Comprehensive DR for VMware
Hyper-V can support all Linux distros supported by Azure. On VMware they’re close to all. They’ve added Windows Server 2016, Ubuntu 14.04 and 16.04 , Debian 7/8, managed disks, 4 TB disk support.
Achieve Near-Zero Application Data Loss
- Periodic DR testing of recovery plans – leverage Azure Automation.
- Invoke BCP before disasters if you know it’s coming, e.g. hurricane.
- Take the app offline before the event if it’s a planned failover – minimize risks.
- Failover to Azure.
- Resume the app and validate.
Achieve 5x Improvement in Downtime
Minimize downtime: https://aka.ms/asr_RTO
He shows a slide. One VM took 11 minutes to failover. Others took around/less than 2 minutes using the above guidance.
Demo: Broad OS Coverage, Azure Features, UEFI Support
He shows Ubunu, CentOS, Windows Server, and Debian replicating from VMware to Azure. You can failover from VMware to Azure with UEFI VMs now – but you CANNOT failback. The process converts the VM to BIOS in Azure (Generation 1 VMs). OK if there’s no intention to failback, e.g. migration to Azure.
Customer Success Story – Accenture
They deployed ASR. Increased availability. 53% reduction in infrastructure cost. 3x improvement in RPO. Savings in work and personal time. Simpler solution and they developed new cloud skills.
They get a lot of alerts at the weekend when there’s any network glitches. Could be 500 email alerts.

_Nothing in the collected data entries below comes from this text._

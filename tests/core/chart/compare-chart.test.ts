import { describe, expect, it } from 'vitest';
import { compareChart } from '../../../core/chart/compare-chart.ts';
import { sweepSwr } from '../../../core/network/swr.ts';
import { evenFrequencies, seriesCircuit, sweepOf } from '../../support/make-sweep.ts';
import {
  axisTicks,
  heightAt,
  linearReader,
  markPlace,
  partOf,
  pathPoints,
} from '../../support/read-chart.ts';
import { plainStyle } from '../../support/sweep-chart.ts';

const before = sweepOf(seriesCircuit(40, 12, 14.1e6), evenFrequencies(13.5e6, 15e6, 301));
const after = sweepOf(seriesCircuit(60, 12, 14.3e6), evenFrequencies(13.8e6, 14.8e6, 201));
const change = (first: number, second: number) => ({
  first,
  second,
  difference: second - first,
  u95: 0,
  verdict: 'changed' as const,
});
const chart = {
  heading: { title: 'A dipole', subtitle: 'two sweeps', tableUrl: null },
  first: { name: 'before', sweep: before },
  second: { name: 'after', sweep: after },
  referenceOhm: 50,
  comparison: {
    obstacles: [],
    verdict: 'changed' as const,
    bands: [
      {
        band: '20m',
        resonances: [],
        onlyFirstHz: [],
        onlySecondHz: [],
        minimumHz: change(14.1e6, 14.3e6),
        // At zero reactance SWR is 50/40 and 60/50 (any handbook).
        minimumSwr: change(1.25, 1.2),
        spanLowHz: null,
        spanHighHz: null,
        spanWidthHz: null,
        verdict: 'changed' as const,
      },
    ],
  },
};

describe('a chart of two sweeps', () => {
  const svg = compareChart(chart, plainStyle);

  it('has both within half a pixel on one axis, over all that either swept', () => {
    const mhz = linearReader(svg, 'axis-x');
    const ticks = axisTicks(svg, 'axis-y');
    const place = (text: string) => ticks.find((tick) => tick.text === text)?.at ?? Number.NaN;
    const sides = [
      ['first', before],
      ['second', after],
    ] as const;
    for (const [name, sweep] of sides) {
      const points = pathPoints(svg, name);
      const swr = sweepSwr(sweep);
      let worst = 0;
      sweep.frequencyHz.forEach((f, i) => {
        const x = (f / 1e6 - mhz(0)) / (mhz(1) - mhz(0));
        // |reflection| = (SWR - 1)/(SWR + 1), on which the axis is linear.
        const wanted = place('1') - ((swr[i] - 1) / (swr[i] + 1)) * (place('1') - place('∞'));
        if (x < points[0].x || x > points[points.length - 1].x) return;
        worst = Math.max(worst, Math.abs(heightAt(points, x) - wanted));
      });
      expect(points.length).toBeGreaterThan(5);
      expect(worst).toBeLessThan(0.5);
    }
    expect(mhz(pathPoints(svg, 'first')[0].x)).toBeCloseTo(13.5, 2);
    expect(mhz(pathPoints(svg, 'second')[0].x)).toBeCloseTo(13.8, 2);
  });

  it('tells the two apart without colour, and by name', () => {
    expect(partOf(svg, 'first')).toContain('stroke-dasharray');
    expect(partOf(svg, 'second')).not.toContain('stroke-dasharray');
    expect(partOf(svg, 'legend')).toMatch(/>before<.*>after</);
  });

  it('marks least SWR where it was', () => {
    const mhz = linearReader(svg, 'axis-x');
    expect(mhz(markPlace(svg, 'marks').x)).toBeCloseTo(14.1, 2);
    expect(svg).toContain('least SWR 1.25 at 14.100 MHz, then 1.20 at 14.300 MHz');
  });

  it('of sweeps that cannot be compared says why, and draws neither', () => {
    const detail = 'They are of different antennas.';
    const refused = compareChart(
      {
        ...chart,
        comparison: {
          obstacles: [{ code: 'antennas_differ', detail }],
          verdict: 'cannot_tell',
          bands: [],
        },
      },
      plainStyle,
    );
    expect(refused).not.toContain('class="first"');
    expect(partOf(refused, 'obstacles')).toContain(detail);
  });
});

Demo: New Dashboard & Comprehensive Monitoring
Brand new RSV experience for ASR. Lots more graphical info:
- Replication health
- Failover test success
- Configuration issues
- Recovery plans
- Error summary
- Graphical view of the infrastructure: Azure, VMware, Hyper-V. This shows the various pieces of the solution, and a line goes red when a connection has a failure.
- Jobs summary
All of this is on one screen.
He clicks on an error and sees the hosts that are affected. He clicks on “Needs Attention” in one of the errors. A blade opens with much more information.

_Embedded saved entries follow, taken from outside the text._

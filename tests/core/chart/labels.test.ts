import { readFileSync } from 'node:fs';
import { createRequire } from 'node:module';
import { Resvg } from '@resvg/resvg-js';
import fc from 'fast-check';
import { describe, expect, it } from 'vitest';
import { around, holds, overlap } from '../../../core/chart/boxes.ts';
import { Envelope } from '../../../core/chart/envelope.ts';
import { type Label, placeLabels } from '../../../core/chart/labels.ts';
import { fittingText, textWidth } from '../../../core/chart/text-width.ts';

const bounds = { left: 0, top: 0, right: 400, bottom: 250 };
const room = { bounds, blocked: [], isCrossed: () => false, sizePx: 12 };
const labelAt = (x: number, y: number, text = 'X = 0 at 14.150 MHz'): Label => ({
  text,
  at: { x, y },
  markPx: 6,
});

describe('labels', () => {
  it('never overlap each other, a mark or the bounds, wherever their marks are', () => {
    const place = fc.record({
      x: fc.integer({ min: 0, max: 400 }),
      y: fc.integer({ min: 0, max: 250 }),
    });
    fc.assert(
      fc.property(fc.array(place, { minLength: 1, maxLength: 12 }), (places) => {
        const blocked = places.map((at) => around(at, 6));
        const labels = places.map(({ x, y }) => labelAt(x, y));
        const boxes = placeLabels(labels, { ...room, blocked }).flatMap((l) => l?.box ?? []);
        boxes.forEach((box, i) => {
          expect(holds(bounds, box)).toBe(true);
          expect(blocked.some((mark) => overlap(mark, box))).toBe(false);
          expect(boxes.slice(i + 1).some((other) => overlap(other, box))).toBe(false);
        });
      }),
      { numRuns: 200 },
    );
  });

  it('stand beside their mark, without a leader, where there is room', () => {
    const [placed] = placeLabels([labelAt(100, 100)], room);
    expect(placed?.leader).toBeNull();
    expect(placed?.box.left).toBeCloseTo(110, 6);
  });

  it('of two marks in one place are both there, the second with a leader if it is far', () => {
    const placed = placeLabels([labelAt(200, 100), labelAt(200, 100)], room);
    expect(placed.every((label) => label !== null)).toBe(true);
  });

  it('keep clear of a curve while any other place is free', () => {
    const envelope = new Envelope(400, [
      { x: Float64Array.of(0, 400), y: Float64Array.of(100, 100) },
    ]);
    const isCrossed = envelope.crosses.bind(envelope);
    const [placed] = placeLabels([labelAt(200, 100)], { ...room, isCrossed });
    expect(placed === null || placed === undefined || envelope.crosses(placed.box)).toBe(false);
  });

  it('are left out where there is no room', () => {
    const narrow = { ...room, bounds: { ...bounds, right: 60 } };
    expect(placeLabels([labelAt(30, 100)], narrow)).toEqual([null]);
  });
});

describe('the width of a text', () => {
  it.each(['least SWR 1.32 at 14.150 MHz', 'Hilltop 20 m dipole', 'R and |X| (Ω)', 'WAVE ~ }{'])(
    'is that of the font to a pixel, or more: %s',
    (text) => {
      const folder = createRequire(import.meta.url).resolve('dejavu-fonts-ttf/package.json');
      const file = folder.replace('package.json', 'ttf/DejaVuSans.ttf');
      expect(readFileSync(file).length).toBeGreaterThan(100_000);
      const escaped = text.replaceAll('&', '&amp;');
      const svg = `<svg xmlns="http://www.w3.org/2000/svg" width="900" height="50"><text x="10" y="30" font-size="20" font-family="DejaVu Sans">${escaped}</text></svg>`;
      const drawn = new Resvg(svg, { font: { loadSystemFonts: false, fontFiles: [file] } });
      const inked = drawn.getBBox()?.width ?? Number.NaN;
      expect(textWidth(text, 20)).toBeGreaterThan(inked - 1);
      expect(textWidth(text, 20)).toBeLessThan(inked * 1.06 + 5);
    },
  );

  it('cuts a text that is too long, and leaves one that fits', () => {
    expect(fittingText('Hilltop', 12, 200)).toBe('Hilltop');
    const cut = fittingText('A very long name of an antenna', 12, 100);
    expect(cut).toMatch(/^A very.*…$/);
    expect(textWidth(cut, 12)).toBeLessThanOrEqual(100);
  });
});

We can see replication charts for a VM and disk – useful to see if VM change is too much for the bandwidth or the target storage (standard VS premium). The disk level view might help you ID churn-heavy storage like a page file that can be excluded from replication.
A message digest will be sent out at the end of the day. This data can be fed into OMS.
Some guest speakers come up from Rackspace and CDW. I won’t be blogging this.
- When are things out: News on the ASR blog in October
- The Hyper-V Planner is out this week, and new cost planners for Hyper-V and VMware are out this week.
- Failback of managed disks is there for VMware and will be out by end of year for Hyper-V.